--- Provided data Enclosed Below ---
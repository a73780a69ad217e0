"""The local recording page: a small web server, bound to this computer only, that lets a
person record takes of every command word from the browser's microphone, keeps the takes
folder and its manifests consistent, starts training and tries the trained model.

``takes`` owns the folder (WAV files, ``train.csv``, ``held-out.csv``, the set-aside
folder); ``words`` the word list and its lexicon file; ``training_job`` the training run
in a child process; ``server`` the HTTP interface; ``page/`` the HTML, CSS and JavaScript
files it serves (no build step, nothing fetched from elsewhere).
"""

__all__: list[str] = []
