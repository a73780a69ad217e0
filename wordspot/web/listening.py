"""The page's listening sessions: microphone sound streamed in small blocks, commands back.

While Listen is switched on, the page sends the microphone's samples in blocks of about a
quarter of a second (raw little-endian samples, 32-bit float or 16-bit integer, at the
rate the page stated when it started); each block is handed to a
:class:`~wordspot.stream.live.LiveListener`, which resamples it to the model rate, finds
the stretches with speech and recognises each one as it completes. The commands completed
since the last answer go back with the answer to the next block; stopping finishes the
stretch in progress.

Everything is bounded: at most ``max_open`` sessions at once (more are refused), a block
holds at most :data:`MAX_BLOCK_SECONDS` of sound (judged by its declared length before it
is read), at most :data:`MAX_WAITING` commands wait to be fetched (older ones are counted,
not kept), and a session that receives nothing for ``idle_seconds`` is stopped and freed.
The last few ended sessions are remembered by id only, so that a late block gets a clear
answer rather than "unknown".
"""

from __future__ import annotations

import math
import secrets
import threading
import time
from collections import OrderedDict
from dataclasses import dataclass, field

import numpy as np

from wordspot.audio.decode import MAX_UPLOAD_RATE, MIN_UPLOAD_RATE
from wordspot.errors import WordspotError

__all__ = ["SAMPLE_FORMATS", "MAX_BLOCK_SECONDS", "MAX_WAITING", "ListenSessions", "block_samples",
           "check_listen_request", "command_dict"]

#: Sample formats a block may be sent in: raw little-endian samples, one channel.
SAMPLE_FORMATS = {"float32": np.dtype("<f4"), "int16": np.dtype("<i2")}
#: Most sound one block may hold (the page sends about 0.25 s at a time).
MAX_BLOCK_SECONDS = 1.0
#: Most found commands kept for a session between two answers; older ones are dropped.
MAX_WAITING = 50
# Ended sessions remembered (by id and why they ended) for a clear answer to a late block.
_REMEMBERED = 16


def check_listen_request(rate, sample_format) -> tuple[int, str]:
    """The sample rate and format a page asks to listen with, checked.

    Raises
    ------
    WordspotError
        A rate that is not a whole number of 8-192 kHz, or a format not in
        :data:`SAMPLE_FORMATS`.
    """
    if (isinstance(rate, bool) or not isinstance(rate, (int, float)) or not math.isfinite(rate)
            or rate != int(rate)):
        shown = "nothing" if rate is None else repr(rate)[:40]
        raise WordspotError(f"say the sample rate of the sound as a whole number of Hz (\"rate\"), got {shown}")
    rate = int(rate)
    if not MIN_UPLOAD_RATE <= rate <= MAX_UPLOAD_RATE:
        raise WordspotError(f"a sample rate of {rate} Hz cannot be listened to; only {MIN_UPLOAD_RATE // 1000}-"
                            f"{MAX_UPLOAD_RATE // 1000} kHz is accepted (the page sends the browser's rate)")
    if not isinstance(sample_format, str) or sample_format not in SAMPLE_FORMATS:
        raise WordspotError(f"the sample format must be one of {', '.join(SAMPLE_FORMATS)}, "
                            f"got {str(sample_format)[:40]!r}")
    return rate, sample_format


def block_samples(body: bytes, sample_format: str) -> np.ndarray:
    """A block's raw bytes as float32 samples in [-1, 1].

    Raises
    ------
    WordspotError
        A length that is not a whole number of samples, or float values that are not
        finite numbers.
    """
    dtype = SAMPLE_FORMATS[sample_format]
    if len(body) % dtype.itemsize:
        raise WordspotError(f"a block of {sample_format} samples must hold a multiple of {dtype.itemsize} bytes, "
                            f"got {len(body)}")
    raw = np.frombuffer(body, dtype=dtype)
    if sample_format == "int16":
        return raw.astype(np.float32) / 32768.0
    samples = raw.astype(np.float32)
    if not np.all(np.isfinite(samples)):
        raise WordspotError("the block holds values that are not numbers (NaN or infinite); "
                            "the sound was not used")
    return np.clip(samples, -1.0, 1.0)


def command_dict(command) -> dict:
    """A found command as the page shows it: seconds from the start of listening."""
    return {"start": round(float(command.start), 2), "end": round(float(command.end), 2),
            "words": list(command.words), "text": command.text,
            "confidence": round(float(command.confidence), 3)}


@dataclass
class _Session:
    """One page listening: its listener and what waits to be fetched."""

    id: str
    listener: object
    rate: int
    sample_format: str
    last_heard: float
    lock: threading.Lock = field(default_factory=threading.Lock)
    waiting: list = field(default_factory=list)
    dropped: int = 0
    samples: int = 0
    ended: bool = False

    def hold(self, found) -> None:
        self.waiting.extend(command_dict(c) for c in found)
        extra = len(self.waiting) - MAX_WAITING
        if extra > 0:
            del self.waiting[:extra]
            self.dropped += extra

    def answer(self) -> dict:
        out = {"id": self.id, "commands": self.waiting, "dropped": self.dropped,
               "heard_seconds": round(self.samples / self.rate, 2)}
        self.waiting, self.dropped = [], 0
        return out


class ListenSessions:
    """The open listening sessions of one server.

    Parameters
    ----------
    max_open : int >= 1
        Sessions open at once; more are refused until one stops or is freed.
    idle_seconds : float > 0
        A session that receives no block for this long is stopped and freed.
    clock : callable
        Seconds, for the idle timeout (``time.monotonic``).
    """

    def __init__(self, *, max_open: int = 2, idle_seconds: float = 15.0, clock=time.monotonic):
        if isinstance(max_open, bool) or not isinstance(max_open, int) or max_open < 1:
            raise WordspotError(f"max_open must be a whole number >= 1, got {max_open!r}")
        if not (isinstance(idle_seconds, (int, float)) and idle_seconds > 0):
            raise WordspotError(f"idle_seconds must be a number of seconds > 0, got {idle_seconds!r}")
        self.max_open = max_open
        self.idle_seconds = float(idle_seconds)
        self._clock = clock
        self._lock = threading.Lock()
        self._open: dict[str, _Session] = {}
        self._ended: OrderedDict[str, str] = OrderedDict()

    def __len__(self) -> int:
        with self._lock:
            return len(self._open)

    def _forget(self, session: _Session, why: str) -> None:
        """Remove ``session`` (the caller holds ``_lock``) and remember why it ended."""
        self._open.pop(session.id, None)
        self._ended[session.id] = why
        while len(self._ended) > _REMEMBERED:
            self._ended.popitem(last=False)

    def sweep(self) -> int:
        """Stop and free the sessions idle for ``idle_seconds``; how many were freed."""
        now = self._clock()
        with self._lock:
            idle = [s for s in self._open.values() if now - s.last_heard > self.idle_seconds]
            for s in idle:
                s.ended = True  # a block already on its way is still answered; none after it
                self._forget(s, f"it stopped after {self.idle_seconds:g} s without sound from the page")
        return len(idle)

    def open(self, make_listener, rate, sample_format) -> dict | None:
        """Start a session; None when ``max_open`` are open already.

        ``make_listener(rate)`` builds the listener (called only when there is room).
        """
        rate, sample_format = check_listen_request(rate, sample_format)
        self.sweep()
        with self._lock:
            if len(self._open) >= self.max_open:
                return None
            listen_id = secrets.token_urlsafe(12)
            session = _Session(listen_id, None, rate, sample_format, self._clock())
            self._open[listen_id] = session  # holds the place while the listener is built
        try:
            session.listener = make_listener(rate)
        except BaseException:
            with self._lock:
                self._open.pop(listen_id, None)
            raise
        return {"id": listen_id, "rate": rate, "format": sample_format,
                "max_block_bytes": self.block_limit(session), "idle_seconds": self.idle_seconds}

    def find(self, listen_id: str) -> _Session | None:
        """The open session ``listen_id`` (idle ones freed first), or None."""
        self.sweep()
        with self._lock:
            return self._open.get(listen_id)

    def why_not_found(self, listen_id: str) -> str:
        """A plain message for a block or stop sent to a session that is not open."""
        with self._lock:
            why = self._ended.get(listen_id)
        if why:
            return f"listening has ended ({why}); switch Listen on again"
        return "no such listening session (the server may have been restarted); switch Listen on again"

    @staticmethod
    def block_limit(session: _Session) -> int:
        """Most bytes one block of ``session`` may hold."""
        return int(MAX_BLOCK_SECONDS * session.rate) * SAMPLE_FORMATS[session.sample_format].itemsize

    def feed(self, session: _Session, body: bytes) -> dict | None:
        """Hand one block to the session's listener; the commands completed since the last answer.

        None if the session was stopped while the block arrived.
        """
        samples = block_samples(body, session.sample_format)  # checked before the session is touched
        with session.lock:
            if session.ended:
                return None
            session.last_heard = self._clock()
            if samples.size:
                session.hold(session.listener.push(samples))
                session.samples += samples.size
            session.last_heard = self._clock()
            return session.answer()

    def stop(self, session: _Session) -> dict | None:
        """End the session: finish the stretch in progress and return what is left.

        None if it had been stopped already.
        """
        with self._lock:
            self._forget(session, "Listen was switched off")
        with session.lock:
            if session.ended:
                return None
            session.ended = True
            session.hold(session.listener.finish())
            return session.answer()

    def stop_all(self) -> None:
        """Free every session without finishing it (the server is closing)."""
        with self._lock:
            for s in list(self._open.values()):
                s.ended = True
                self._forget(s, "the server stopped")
--- End of Enclosed Provided data ---
--- Provided data Enclosed Below ---
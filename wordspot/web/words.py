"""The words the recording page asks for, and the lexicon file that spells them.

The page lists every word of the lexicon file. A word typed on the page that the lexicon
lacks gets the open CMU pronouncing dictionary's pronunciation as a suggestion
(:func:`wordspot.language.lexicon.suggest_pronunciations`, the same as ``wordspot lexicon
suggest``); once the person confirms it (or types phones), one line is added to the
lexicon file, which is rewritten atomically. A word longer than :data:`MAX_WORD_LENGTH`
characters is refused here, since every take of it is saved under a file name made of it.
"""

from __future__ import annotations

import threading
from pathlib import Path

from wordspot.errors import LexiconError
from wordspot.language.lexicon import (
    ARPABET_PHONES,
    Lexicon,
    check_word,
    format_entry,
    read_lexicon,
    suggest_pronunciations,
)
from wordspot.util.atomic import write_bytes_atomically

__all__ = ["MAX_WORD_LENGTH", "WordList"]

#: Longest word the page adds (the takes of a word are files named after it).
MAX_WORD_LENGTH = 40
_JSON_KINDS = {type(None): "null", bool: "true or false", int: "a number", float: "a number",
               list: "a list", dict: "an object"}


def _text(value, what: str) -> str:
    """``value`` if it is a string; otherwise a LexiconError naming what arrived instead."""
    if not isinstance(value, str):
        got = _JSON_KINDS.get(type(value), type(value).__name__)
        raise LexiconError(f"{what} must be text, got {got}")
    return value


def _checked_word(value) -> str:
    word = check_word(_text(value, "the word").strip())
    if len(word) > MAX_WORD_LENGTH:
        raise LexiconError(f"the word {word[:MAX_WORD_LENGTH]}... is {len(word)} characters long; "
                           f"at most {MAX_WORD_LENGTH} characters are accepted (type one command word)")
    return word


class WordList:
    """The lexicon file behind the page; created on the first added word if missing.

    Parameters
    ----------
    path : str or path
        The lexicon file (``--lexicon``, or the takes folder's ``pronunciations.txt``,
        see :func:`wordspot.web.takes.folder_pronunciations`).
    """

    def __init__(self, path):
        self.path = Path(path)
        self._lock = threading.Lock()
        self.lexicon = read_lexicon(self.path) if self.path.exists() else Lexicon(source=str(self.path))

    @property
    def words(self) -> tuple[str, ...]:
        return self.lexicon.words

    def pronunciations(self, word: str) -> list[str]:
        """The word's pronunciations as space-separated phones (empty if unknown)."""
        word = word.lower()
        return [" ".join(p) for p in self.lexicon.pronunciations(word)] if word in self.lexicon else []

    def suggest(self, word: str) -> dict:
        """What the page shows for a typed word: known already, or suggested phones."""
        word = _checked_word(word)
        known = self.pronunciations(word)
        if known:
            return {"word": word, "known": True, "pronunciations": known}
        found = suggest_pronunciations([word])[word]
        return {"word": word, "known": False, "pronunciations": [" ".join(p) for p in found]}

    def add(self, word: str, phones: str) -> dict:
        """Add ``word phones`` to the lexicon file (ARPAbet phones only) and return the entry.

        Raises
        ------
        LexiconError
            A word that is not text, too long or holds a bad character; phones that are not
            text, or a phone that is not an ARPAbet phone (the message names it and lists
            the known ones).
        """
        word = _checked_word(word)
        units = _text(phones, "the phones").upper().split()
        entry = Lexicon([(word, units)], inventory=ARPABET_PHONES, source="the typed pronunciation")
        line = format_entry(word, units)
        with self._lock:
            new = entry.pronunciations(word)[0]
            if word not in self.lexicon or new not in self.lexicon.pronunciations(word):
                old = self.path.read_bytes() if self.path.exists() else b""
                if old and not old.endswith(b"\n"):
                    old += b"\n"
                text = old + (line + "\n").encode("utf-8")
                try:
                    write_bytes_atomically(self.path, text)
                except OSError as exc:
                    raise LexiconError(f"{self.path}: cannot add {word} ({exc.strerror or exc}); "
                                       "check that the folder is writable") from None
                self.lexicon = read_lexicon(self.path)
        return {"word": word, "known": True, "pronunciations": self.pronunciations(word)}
--- End of Enclosed Provided data ---
About this exercise. Which of the lines above include the word "without"? List those lines.

Answer to the problem.
                self._forget(s, f"it stopped after {self.idle_seconds:g} s without sound from the page")
        """Free every session without finishing it (the server is closing)."""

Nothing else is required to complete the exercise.